Q: If we enter a recession, what’s the contributing factor? Is there more than one?

A: The causal factors for this particular episode, I think, are going to be investigated for decades. Picture PhD thesis after PhD thesis written on this particular subject. There’s a little episode in the late ’40s, actually, that I think should be investigated because I think it’s quite similar. Coming out of World War II, people were breathing a sigh of relief because we were coming out of dark times. The ’30s were a disaster; couple that with a war, people wanted to live, buy products, move on. But supply chains were disrupted, and we had a bout of inflation. We had interruptions in production, kind of like we had the last two quarters, where GDP fell but we continued to create a lot of jobs. So that was not defined as a recessionary period, but it was a period of duress.

People don’t like to hear this because we’re sick and tired of COVID, we’re sick and tired of the pandemic, but this left an indelible mark on the economy. It is without precedent in history to shut down the U.S. economy and the better part of the world economy. And some of those shutdowns were prolonged throughout the world, especially in Asia. Reopening was always going to be a challenge because immediately after we shut down, guess what?

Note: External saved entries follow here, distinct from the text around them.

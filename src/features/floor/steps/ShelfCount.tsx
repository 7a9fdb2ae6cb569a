import { useState } from 'react';
import { ChoiceRows } from '@/components/ChoiceRows';
import { Keypad } from '@/components/Keypad';
import { MainAction } from '@/components/MainAction';
import { QuietButton } from '@/components/QuietButton';
import type { StepOf } from '@/domain/plan';
import type { ShellsInStock } from '@/domain/shell-choice';
import { StepFrame } from '../StepFrame';
import { useRun } from '../run-context';

interface ShelfCountProps {
  step: StepOf<'choose-shells'>;
  /** As it was counted before, less what was taken. */
  known: ShellsInStock[] | undefined;
  onCounted: (stock: ShellsInStock[]) => void;
  /** Nobody counts now: the grades are proposed as if enough of each lay there. */
  onSkip: () => void;
}

/** How many half shells of each grade lie on the shelf, on number keys. */
export function ShelfCount({ step, known, onCounted, onSkip }: ShelfCountProps) {
  const grades = useRun().state.plan.engine.shells.grades.map(({ grade }) => grade);
  const [counts, setCounts] = useState<Record<string, string>>(() => countsOf(known));
  const [inHand, setInHand] = useState(grades[0] ?? '');
  const missing = grades.find((grade) => grade !== inHand && (counts[grade] ?? '') === '');
  const isTyped = (counts[inHand] ?? '') !== '';
  function goOn(): void {
    if (missing !== undefined) setInHand(missing);
    else onCounted(grades.map((grade) => ({ grade, half: 'either', count: Number(counts[grade]) })));
  }
  return (
    <StepFrame
      step={step}
      side={null}
      then={null}
      isResult
      heading={<h1 className="floor-step pb-4">Count the half shells on the shelf</h1>}
      quiet={<QuietButton label="Not counted" onPress={onSkip} />}
      main={
        <MainAction
          label={missing === undefined ? 'Use these counts' : `Next: ${missing}`}
          why={isTyped ? undefined : `how many of ${inHand}?`}
          onPress={goOn}
        />
      }
    >
      <div className="grid gap-8 sm:grid-cols-2">
        <div className="grid content-start gap-4">
          <ChoiceRows
            label="Grade"
            choices={grades.map((grade) => ({ value: grade, label: grade, note: countWords(counts[grade]) }))}
            value={inHand}
            onChoose={setInHand}
          />
          <p className="text-lg text-soft">New ones, without those in the rods.</p>
        </div>
        <Keypad
          label={`Half shells, ${inHand}`}
          unit=""
          kind="integer"
          maxLength={2}
          value={counts[inHand] ?? ''}
          onChange={(count) => setCounts({ ...counts, [inHand]: count })}
        />
      </div>
    </StepFrame>
  );
}

function countsOf(known: ShellsInStock[] | undefined): Record<string, string> {
  const counts = new Map<string, number>();
  for (const { grade, count } of known ?? []) counts.set(grade, (counts.get(grade) ?? 0) + count);
  return Object.fromEntries([...counts].map(([grade, count]) => [grade, String(count)]));
}

function countWords(count: string | undefined): string {
  return count === undefined || count === '' ? 'not counted yet' : `${count} on the shelf`;
}
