import { Verdict } from '@/components/Verdict';
import { VerdictScale } from '@/components/VerdictScale';
import { judgeLimit } from '@/domain/job-limit';
import type { ShellProposal } from '@/domain/job-shells';
import type { PlanLimit } from '@/domain/plan';
import { limitOnScale } from '../gauge-reading';

interface ShellsProposedProps {
  proposal: ShellProposal;
  limit: PlanLimit;
  /** What is chosen, as "upper thick, lower middle", and what it is expected to give. */
  chosen: string;
  expected: string;
  uncertainty: number;
  isAsProposed: boolean;
}

/** What the chosen shells are expected to give, between the limits, and the reasons for what was proposed. */
export function ShellsProposed(props: ShellsProposedProps) {
  const { proposal, limit, chosen, expected, uncertainty, isAsProposed } = props;
  const { low, high, target, unit } = limit;
  const { verdict } = judgeLimit(limit, expected, String(uncertainty));
  const kind = verdict === 'no limit known' ? 'none' : verdict;
  return (
    <section className="grid content-start gap-3" aria-label="What is proposed">
      <div className="flex flex-wrap items-center gap-x-8 gap-y-3">
        <div>
          <p className="form-label">
            {proposal.shells === undefined ? 'chosen' : isAsProposed ? 'proposed' : 'not as proposed'}
          </p>
          <p className="text-2xl font-bold">{chosen}</p>
        </div>
        <p className="figure text-5xl font-semibold whitespace-nowrap">
          {expected} <span className="text-2xl">{unit}</span>
        </p>
        <Verdict kind={kind} word={PREDICTED[kind]} size="band">
          predicted, not measured
        </Verdict>
        <VerdictScale
          label={`Predicted ${expected} ${unit}, between ${low ?? 'no lower limit'} and ${high ?? 'no upper limit'}`}
          low={limitOnScale(low)}
          high={limitOnScale(high)}
          target={target === undefined ? undefined : Number(target)}
          ends={['tight', 'wide']}
          marks={[{ value: Number(expected), uncertainty }]}
        />
      </div>
      <ul className="grid gap-1 text-lg">
        {proposal.why.map((line) => (
          <li key={line}>{line}</li>
        ))}
      </ul>
    </section>
  );
}

const PREDICTED = {
  inside: 'Would be inside',
  unsure: 'Would be unsure',
  outside: 'Would be outside',
  none: 'No limit known',
};
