import { render, screen, waitFor, within } from '@testing-library/react';
import userEvent from '@testing-library/user-event';
import { describe, expect, it } from 'vitest';
import { lastOf } from '@/domain/job-kept';
import { FixtureRun } from '../../../../tests/support/floor-run';
import { Journal } from '../../../../tests/support/journal';
import { shippedPlan } from '../../../../tests/support/shipped-plan';
import { smallPlan } from '../../../../tests/support/small-documents';
import '../WearBand';

const GRADE = 'strip.grade';
const main = () => document.querySelector<HTMLElement>('.main-action')!;
const bench = () => within(screen.getByRole('group', { name: /^The old shells/ }));
const shell = (name: string) => bench().getByRole('button', { name: new RegExp(`^${name},`) });
const patch = (name: RegExp) => screen.getByRole('button', { name });

async function atGrading(journal = new Journal(smallPlan()).performUntil(GRADE), step = GRADE) {
  render(<FixtureRun journal={journal} start={{ step, isVisit: false }} />);
  await waitFor(() => expect(main()).toBeInTheDocument());
  const graded = () => lastOf(journal.state.steps[step], 'graded')?.data.shells;
  return { journal, user: userEvent.setup(), graded };
}

describe('the old shells on the Floor', () => {
  it('are graded at three touches where they look alike, and what they say stands over the next screen', async () => {
    const { user, graded } = await atGrading();
    expect(main()).toHaveAttribute('aria-disabled', 'true');
    expect(main()).toHaveTextContent('touch the grade that most have');
    await user.click(patch(/^1 fine lines/));
    expect(screen.getByText('Touch the shells that are “fine lines”.')).toBeVisible();
    await user.click(screen.getByRole('button', { name: 'All 8: fine lines' }));
    await user.click(screen.getByRole('button', { name: /^Keep the 8 grades/ }));
    expect(graded()).toHaveLength(8);
    expect(graded()?.every(({ grade, flags }) => grade === 1 && flags.length === 0)).toBe(true);
    const band = within(await screen.findByRole('region', { name: 'The old shells just graded' }));
    expect(band.getByText('A hint, no verdict.')).toBeVisible();
    expect(band.getByText(/nothing stands out/)).toBeVisible();
    expect(band.getByRole('button', { name: 'Take back' })).toBeVisible();
  });

  it('take exceptions one by one, and signs that a second touch takes off', async () => {
    const { user, graded, journal } = await atGrading();
    await user.click(patch(/^3 copper showing/));
    await user.click(shell('2U'));
    expect(shell('2U')).toHaveTextContent('copper showing');
    await user.click(patch(/^0 even grey/));
    await user.click(screen.getByRole('button', { name: 'The other 7: even grey' }));
    expect(screen.queryByRole('button', { name: /^The other/ })).toBeNull();
    await user.click(patch(/^heat/));
    expect(screen.getByText(/narrowed, ends pulled in, darkened\. A second touch/)).toBeVisible();
    await user.click(shell('2U'));
    await user.click(shell('4L'));
    await user.click(shell('4L'));
    await user.click(patch(/^debris/));
    await user.click(shell('2U'));
    await user.click(main());
    expect(graded()?.filter(({ grade, flags }) => grade > 0 || flags.length > 0)).toEqual([
      { rod: 2, half: 'U', grade: 3, flags: ['heat', 'debris'] },
    ]);
    expect(journal.state.deviations.at(-1)).toMatchObject({ class: 'B', blocks: false, rod: 2 });
    expect(await screen.findByText(/^For the supervisor, with its pin: 2U\. Nothing waits/)).toBeVisible();
  });

  it('do nothing before a grade or a sign is taken, and can be begun anew', async () => {
    const { user } = await atGrading();
    await user.click(shell('1U'));
    expect(shell('1U')).toHaveTextContent('no grade yet');
    await user.click(patch(/^2 worn/));
    await user.click(shell('1U'));
    expect(main()).toHaveTextContent('7 shells have no grade');
    await user.click(screen.getByRole('button', { name: 'Clear all' }));
    expect(main()).toHaveTextContent('touch the grade that most have');
    expect(shell('1U')).toHaveTextContent('no grade yet');
  });

  it('offer the photograph of their own section until one is graded', async () => {
    const plan = shippedPlan('merrow-s6-rod-bearings');
    const step = plan.steps.find(({ kind }) => kind === 'grade-shells')!.id;
    const { user } = await atGrading(new Journal(plan).performUntil(step), step);
    await user.click(screen.getByRole('button', { name: 'Photograph' }));
    expect(await screen.findByRole('heading', { name: /^Photograph the old shells/ })).toBeVisible();
  });

  it('show what was kept when they are looked at again', async () => {
    const journal = new Journal(smallPlan()).performUntil(GRADE);
    journal.grade(GRADE, { '3L': { grade: 2, flags: ['edge'] } });
    render(<FixtureRun journal={journal} start={{ step: GRADE, isVisit: true }} />);
    const map = within(await screen.findByRole('table', { name: /^Wear of the old shells/ }));
    const lower = within(map.getByRole('row', { name: /^Lower/ })).getAllByRole('cell');
    expect(lower.map((cell) => cell.textContent)).toEqual([
      '1L, even grey',
      '2L, even grey',
      '3L, worn to the next layer, edge loading',
      '4L, even grey',
    ]);
    expect(screen.getByText(/^Edge loading at 3L: commonly/)).toBeVisible();
    expect(screen.getByText('Worst: worn to the next layer')).toBeVisible();
    expect(screen.getByText('Mean grade: uppers 0.0, lowers 0.5')).toBeVisible();
    expect(screen.getByRole('button', { name: 'Correct' })).toBeVisible();
  });

  it('stand in two rows of at most eight rods each, front first', async () => {
    const plan = shippedPlan('corvane-v8-rod-bearings');
    const step = plan.steps.find(({ kind }) => kind === 'grade-shells')!.id;
    await atGrading(new Journal(plan).performUntil(step), step);
    const names = bench()
      .getAllByRole('button')
      .map((button) => button.textContent.slice(0, 2));
    expect(names).toEqual(
      ['U', 'L'].flatMap((half) => [1, 2, 3, 4, 5, 6, 7, 8].map((rod) => `${rod}${half}`)),
    );
  });
});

Folks sat at home and ordered products off online suppliers since they weren’t able to travel or consume services.

Initially, during the shutdown, manufacturers and good suppliers decided to slow down production, but quickly received signals to ramp up. But they had to ramp up at a time when Asia was still shut down. You can’t build cars today without semiconductors. You have manufacturing facilities that were established over the last 15 to 20 years with unbelievably efficient, “just-in-time” inventory control, sourcing products from around the planet, and overnight, and then we blew that system up. Now people are upset because they can’t get goods. And of course, the federal government got worried whether people had enough cash, so they dumped a whole bunch more (in the form of stimulus checks) in both spring of 2020 and spring of 2021, which both political parties supported. So you have an incredible amount of money chasing a shortage of goods, which is a recipe for inflation.

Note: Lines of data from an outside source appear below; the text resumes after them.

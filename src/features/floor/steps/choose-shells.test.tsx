import { cleanup, render, screen, waitFor, within } from '@testing-library/react';
import userEvent from '@testing-library/user-event';
import { describe, expect, it } from 'vitest';
import { FixtureRun } from '../../../../tests/support/floor-run';
import { Journal } from '../../../../tests/support/journal';
import { smallPlan } from '../../../../tests/support/small-documents';

const GAUGE = 'strip.gauge@rod2';
const CHOOSE = 'strip.choose@rod2';

const main = () => document.querySelector<HTMLElement>('.main-action')!;
const press = async (name: RegExp | string) => userEvent.setup().click(screen.getByRole('button', { name }));
const pick = async (name: string) => userEvent.setup().click(screen.getByRole('radio', { name }));

/** Rod 2 was read too wide, and the supervisor sends it back to its shells. */
function reworked(): Journal {
  const journal = new Journal(smallPlan()).performUntil(GAUGE);
  for (const end of ['front', 'rear'] as const)
    journal.gaugeEnd(GAUGE, end, '0.072', { uncertainty: '0.001' });
  for (const { id } of journal.state.deviations)
    journal.record(
      'deviation-disposed',
      { deviation: id, disposition: 'rework', reason: 'too wide' },
      { by: 'sup' },
    );
  return journal;
}

async function runAt(journal: Journal, step = CHOOSE): Promise<void> {
  render(<FixtureRun journal={journal} start={{ step, isVisit: false }} />);
  await waitFor(() => expect(main()).toBeInTheDocument(), { timeout: 5000 });
}

/** Counts every grade on the number keys. */
async function count(...digits: string[]): Promise<void> {
  for (const digit of digits) {
    await press(digit);
    await press(/^(Next: |Use these counts)/);
  }
}

describe('the choice of shells on the Floor', () => {
  it('counts the shelf, proposes grades with the reasons, and records what was proposed', async () => {
    const journal = reworked();
    await runAt(journal);
    expect(screen.getByRole('heading', { name: 'Count the half shells on the shelf' })).toBeVisible();
    expect(screen.queryByRole('textbox', { name: /shelf/ })).toBeNull();
    await count('3', '4', '5');
    const proposal = within(screen.getByRole('region', { name: 'What is proposed' }));
    expect(proposal.getByText('upper black, lower black')).toBeVisible();
    expect(proposal.getByText('0.064')).toBeVisible();
    expect(proposal.getByText('Would be inside')).toBeVisible();
    expect(
      proposal.getByText('The rod is predicted within 0.016 of 0.048; 2 half shells change.'),
    ).toBeVisible();
    expect(proposal.getByText('Blue would be 0.068, further from 0.048.')).toBeVisible();
    await press(/^Shells chosen/);
    expect(journal.entries.at(-1)).toMatchObject({
      kind: 'chose-shells',
      data: {
        ...{ upper: { grade: 'black' }, lower: { grade: 'black' }, predicted: '0.064' },
        proposed: { upper: 'black', lower: 'black' },
        stock: [
          { grade: 'red', half: 'either', count: 3 },
          { grade: 'blue', half: 'either', count: 4 },
          { grade: 'black', half: 'either', count: 5 },
        ],
      },
    });
  });

  it('proposes no more than lies on the shelf, and remembers the count for the job', async () => {
    const journal = reworked();
    await runAt(journal);
    await count('0', '0', '1');
    expect(screen.getByText('upper blue, lower black')).toBeVisible();
    await press(/^Shells chosen/);
    // The blue one came back, the black one is in the rod.
    journal.performUntil(GAUGE);
    for (const end of ['front', 'rear'] as const)
      journal.gaugeEnd(GAUGE, end, '0.075', { uncertainty: '0.001' });
    for (const { id, disposed } of journal.state.deviations)
      if (!disposed)
        journal.record(
          'deviation-disposed',
          { deviation: id, disposition: 'rework', reason: 'still too wide' },
          { by: 'sup' },
        );
    cleanup();
    await runAt(journal);
    await press('Count again');
    expect(screen.getByRole('radio', { name: 'black' })).toHaveAccessibleDescription('0 on the shelf');
    expect(screen.getByRole('radio', { name: 'blue' })).toHaveAccessibleDescription('1 on the shelf');
  });

  it('takes other shells only with a reason, picked from rows', async () => {
    const journal = reworked();
    await runAt(journal);
    await press('Not counted');
    expect(screen.getByText(/^Nobody has counted the shelf/)).toBeVisible();
    await userEvent.setup().click(screen.getAllByRole('radio', { name: 'blue' })[0]!);
    expect(screen.getByText('not as proposed')).toBeVisible();
    expect(screen.getByText('upper blue, lower black')).toBeVisible();
    await press(/^Say why not as proposed/);
    expect(main()).toHaveAttribute('aria-disabled', 'true');
    await pick('That shell is damaged');
    await press(/^This is why/);
    await press(/^Shells chosen/);
    const { data } = journal.entries.at(-1)!;
    expect(data).toMatchObject({
      ...{ upper: { grade: 'blue' }, lower: { grade: 'black' }, predicted: '0.068' },
      ...{ proposed: { upper: 'black', lower: 'black' }, reason: 'That shell is damaged' },
    });
    expect(data).not.toHaveProperty('stock');
  });

  it('says why where nothing on the shelf helps, and leaves the choice free', async () => {
    const journal = reworked();
    await runAt(journal);
    await count('0', '0', '0');
    expect(screen.getByText(/^Rod 2: what would bring it between .* is not in stock\.$/)).toBeVisible();
    expect(screen.getByText('Would be outside')).toBeVisible();
    expect(main()).toHaveTextContent('Shells chosen');
  });

  it('says after the measurement how it compares with the prediction', async () => {
    const journal = reworked();
    const shell = { grade: 'black', lot: 'S-1' };
    journal.record('chose-shells', { upper: shell, lower: shell, predicted: '0.064' }, { step: CHOOSE });
    journal.performUntil(GAUGE).gauge(GAUGE, '0.059', '0.061', {});
    await runAt(journal, 'strip.clean@rod2');
    expect(
      await screen.findByText(/predicted 0\.064, measured 0\.060, 0\.004 tighter/, {}, { timeout: 5000 }),
    ).toBeVisible();
  });

  it('proposes nothing to whoever looks again at the shells of a rod that is inside', async () => {
    const journal = new Journal(smallPlan()).performUntil(GAUGE).gauge(GAUGE, '0.048', '0.048');
    render(<FixtureRun journal={journal} start={{ step: CHOOSE, isVisit: true }} />);
    expect(await screen.findByRole('button', { name: /^Shells chosen/ })).toBeVisible();
    expect(screen.queryByRole('region', { name: 'What is proposed' })).toBeNull();
  });
});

The cure: slow down demand and/or get those supply chains back in order.

Q: Why does it seem like inflation is impacting people differently?

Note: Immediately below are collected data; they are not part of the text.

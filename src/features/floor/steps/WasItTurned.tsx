import { LoudAction } from '@/components/LoudAction';
import { MainAction } from '@/components/MainAction';
import { QuietButton } from '@/components/QuietButton';
import type { StepOf } from '@/domain/plan';
import { useRun } from '../run-context';
import { StepFrame } from '../StepFrame';
import { toolOf } from '../tighten-tool';
import {
  placeWords,
  pullsOf,
  touchAmounts,
  touchBolts,
  touchDrafts,
  type TightenTouch,
} from '../tighten-touch';

/** On coming back: what became of the action that stood on the screen. */
export function WasItTurned({ step, touch }: { step: StepOf<'tighten'>; touch: TightenTouch }) {
  const run = useRun();
  const [action] = touch.actions;
  const names = touchBolts(touch);
  const spec = action.kind === 'stage' ? action.spec : undefined;
  // Lower passes of one touch are asked about by their last: short of it, the answer is No.
  const amount = touchAmounts(run.state, step, touch).at(-1);
  const question =
    spec?.kind === 'angle'
      ? 'was it turned?'
      : names.length > 1
        ? // Short, because it stands beside two bolts.
          'tightened?'
        : 'was it tightened?';
  const unsure = {
    kind: 'started-again' as const,
    step: step.id,
    data: {
      bolts: step.bolts,
      reason: `not sure whether ${names.join(' and ')} had been taken to ${amount ?? 'its figure'}`,
    },
  };
  return (
    <StepFrame
      step={step}
      isLoud
      heading={
        <div className={names.length > 1 ? '[&_.loud-name]:text-7xl [&_.loud-figure]:text-7xl' : undefined}>
          <LoudAction
            name={names.join(' ')}
            words={question}
            figure={amount?.split(' ')[0]}
            unit={amount?.split(' ')[1]}
            step={placeWords(run.state, step, touch)}
          />
        </div>
      }
      then="You were away, or someone else was here. The record says what was touched, not what was turned."
      main={<MainAction label="Answer first" why="yes, no or not sure" onPress={() => undefined} />}
    >
      <div className="grid gap-3 pt-8 @md/floor-main:grid-cols-3 [&_.quiet-button]:min-h-26 [&_.quiet-button]:text-2xl">
        <QuietButton
          shape="wide"
          sign="tick"
          label="Yes"
          onPress={() =>
            void run.record(touchDrafts(run.state, step, pullsOf(touch), (one) => toolOf(run, step, one)))
          }
        />
        <QuietButton shape="wide" sign="cross" label="No" onPress={run.settleAction} />
        <QuietButton
          shape="wide"
          sign="question"
          label="Not sure"
          onPress={() => void run.record([unsure])}
        />
      </div>
      <p className="pt-4 text-lg text-soft">
        Not sure: {step.bolts.join(' and ')} are let off and start again at the first cycle; one more
        tightening is counted.
      </p>
    </StepFrame>
  );
}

A: The problem with a recession, the problem with inflation is that it doesn’t hit everybody the same way. Folks that work from home, own their own vehicles, own their home, have a secure job, don’t have to commute anymore, have steady paychecks, haven’t had severe disruptions from the pandemic — they’re doing well. In contrast, picture individuals in Phoenix that are working on the east side of the Valley, because that’s where the preponderance of jobs are in Phoenix metro, but they’re living in the West Valley because that’s where they can afford to live; and they’re paying rent in the West Valley and commuting across town. So, their rental costs are way up. Gasoline prices are high. They had to spend way too much to get a used car because their old used car gave out on them. Those folks are in tough straits, even as job demand for their services is fairly healthy. So, picture a situation where we slip into recession. Let’s suppose they’re tied to the construction or real estate industry and real estate really slows; they might be laid off. So now you’ve got higher rents, higher commuting costs, a higher cost for your car and your job is threatened. That’s a challenging situation. So you’ve got a group that is prospering and a group that is not.